Но далее Горький делает признание, которое, может быть, объясняет, почему он не мог создать более обширного романа, с полным развитием характеров. «Я открыл в себе, — говорит он — немало добрых чувств и желаний, немало того, что обыкновенно называют хорошим, но чувства, объединяющего все это, стройной и ясной мысли, охватывающей все явления жизни, я не нашел в себе» (III, 247).
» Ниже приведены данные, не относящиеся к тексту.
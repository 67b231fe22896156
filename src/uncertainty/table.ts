/** The rows of the `clustering` command: each ingredient of cosmic variance on its own. */
import type { Cosmology } from '../model/cosmology.js';
import { cosmologyJsonOf } from '../model/cosmology-json.js';
import type { ClusteringRow, ClusteringTable } from '../model/outputs/clustering.js';
import { createLinearPower, type TransferForm } from './power-spectrum.js';
import { createHaloModel } from './haloes.js';

export function clusteringTable(
  cosmology: Cosmology,
  zs: readonly { key: string; value: number }[],
  radii: readonly { key: string; value: number }[],
  masses: readonly { key: string; value: number }[],
  form: TransferForm = 'no_wiggle',
): ClusteringTable {
  const power = createLinearPower(cosmology, { form });
  const haloes = createHaloModel(power);
  return {
    cosmology: cosmologyJsonOf(cosmology),
    transfer: form,
    units: { radius: 'comoving Mpc (not h^-1 Mpc)', mass: 'Msun (not h^-1 Msun)', density: 'comoving Mpc^-3' },
    rows: zs.map(({ value: z }) => {
      const row: ClusteringRow = {
        z,
        growth: power.growth(z),
        sigma_r: {},
        halo_bias: {},
        halo_density_above_mpc3: {},
      };
      for (const r of radii) row.sigma_r[r.key] = power.sigmaR(r.value, z);
      for (const m of masses) {
        row.halo_bias[m.key] = haloes.haloBias(m.value, z);
        row.halo_density_above_mpc3[m.key] = haloes.haloDensityAboveMpc3(m.value, z);
      }
      return row;
    }),
    warnings: [],
  };
}
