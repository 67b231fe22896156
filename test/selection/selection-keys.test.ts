/**
 * The selection keys in the loader (src/survey/selection-keys.ts), their statement in every model
 * block and in check, and the warnings about common traps (src/selection/warnings.ts): each fires
 * on a file made to trigger it, and no bundled sample raises any.
 */
import { describe, expect, test } from 'vitest';
import { readdirSync, readFileSync } from 'node:fs';
import { parse } from 'yaml';
import { loadSurveyFile, parseSurveyObject } from '../../src/survey/load.js';
import { describeSurvey } from '../../src/survey/describe.js';
import { surveyWarnings } from '../../src/population/warnings.js';
import { predict } from '../../src/counts/predict.js';
import { forecast } from '../../src/forecast/forecast.js';
import { clone, LINE_YAML, MAGNITUDE_YAML, setPath, toYaml } from '../survey/fixtures.js';
import { runCli } from '../cli/helpers.js';
import { tempDir } from '../support/temp.js';
import { writeFileSync } from 'node:fs';
import { join } from 'node:path';
import { errorOf } from '../support/survey-error.js';

const FILE = 'selection-test.yaml';
const line = parse(LINE_YAML) as Record<string, unknown>;
const magnitude = parse(MAGNITUDE_YAML) as Record<string, unknown>;

function withKeys(base: Record<string, unknown>, keys: Record<string, unknown>): Record<string, unknown> {
  const obj = clone(base);
  for (const [k, v] of Object.entries(keys)) setPath(obj, k, v);
  return obj;
}

const codes = (obj: Record<string, unknown>) => surveyWarnings(parseSurveyObject(obj, FILE)).map((w) => w.code);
Читая это признание, тотчас вспоминаешь о Тургеневе, который видел в подобной «свободе», в подобном объединенном понимании мира и жизни первое условие для того, чтобы сделаться крупным художником.
«Можешь ли ты, — продолжает спрашивать Читатель,— создать для людей хотя бы маленький, возвышающий душу обман? Нет!.. Все вы, учителя наших дней, гораздо больше отнимаете у людей, чем даете им, ибо вы все только о недостатках говорите, только их видите. Но в человеке должны быть и достоинства; ведь в вас они есть? А вы, чем вы отличаетесь от дюжинных, серых людей, которых изображаете так жестоко и придирчиво, считая себя проповедниками, обличителями пороков, ради торжества добродетели? Но замечаете ли вы, что добродетели и пороки вашими усилиями определить их только спутаны, как два клубка ниток, черных и белых, которые от близости стали серыми, восприняв друг от друга часть первоначальной окраски? И едва ли Бог послал вас на землю... Он выбрал бы более сильных, чем вы. Он зажег бы сердца их огнем страстной любви к жизни, к истине, к людям...» (стр. 249).
«Все будни, будни, будничные люди, будничные мысли, события, — продолжает безжалостный Читатель,— когда же будут говорить о духе смятенном и о необходимости возрождения духа? Где же призыв к творчеству жизни, где уроки мужества, где добрые слова, окрыляющие душу?» (250).
«Ибо, сознайся! — ты не умеешь изображать так, чтоб твоя картина жизни вызывала в человеке мстительный стыд и жгучее желание создать иные формы бытия... Можешь ли ты ускорить биение пульса жизни, можешь ли ты вдохнуть в нее энергию, как это делали другие?» (251).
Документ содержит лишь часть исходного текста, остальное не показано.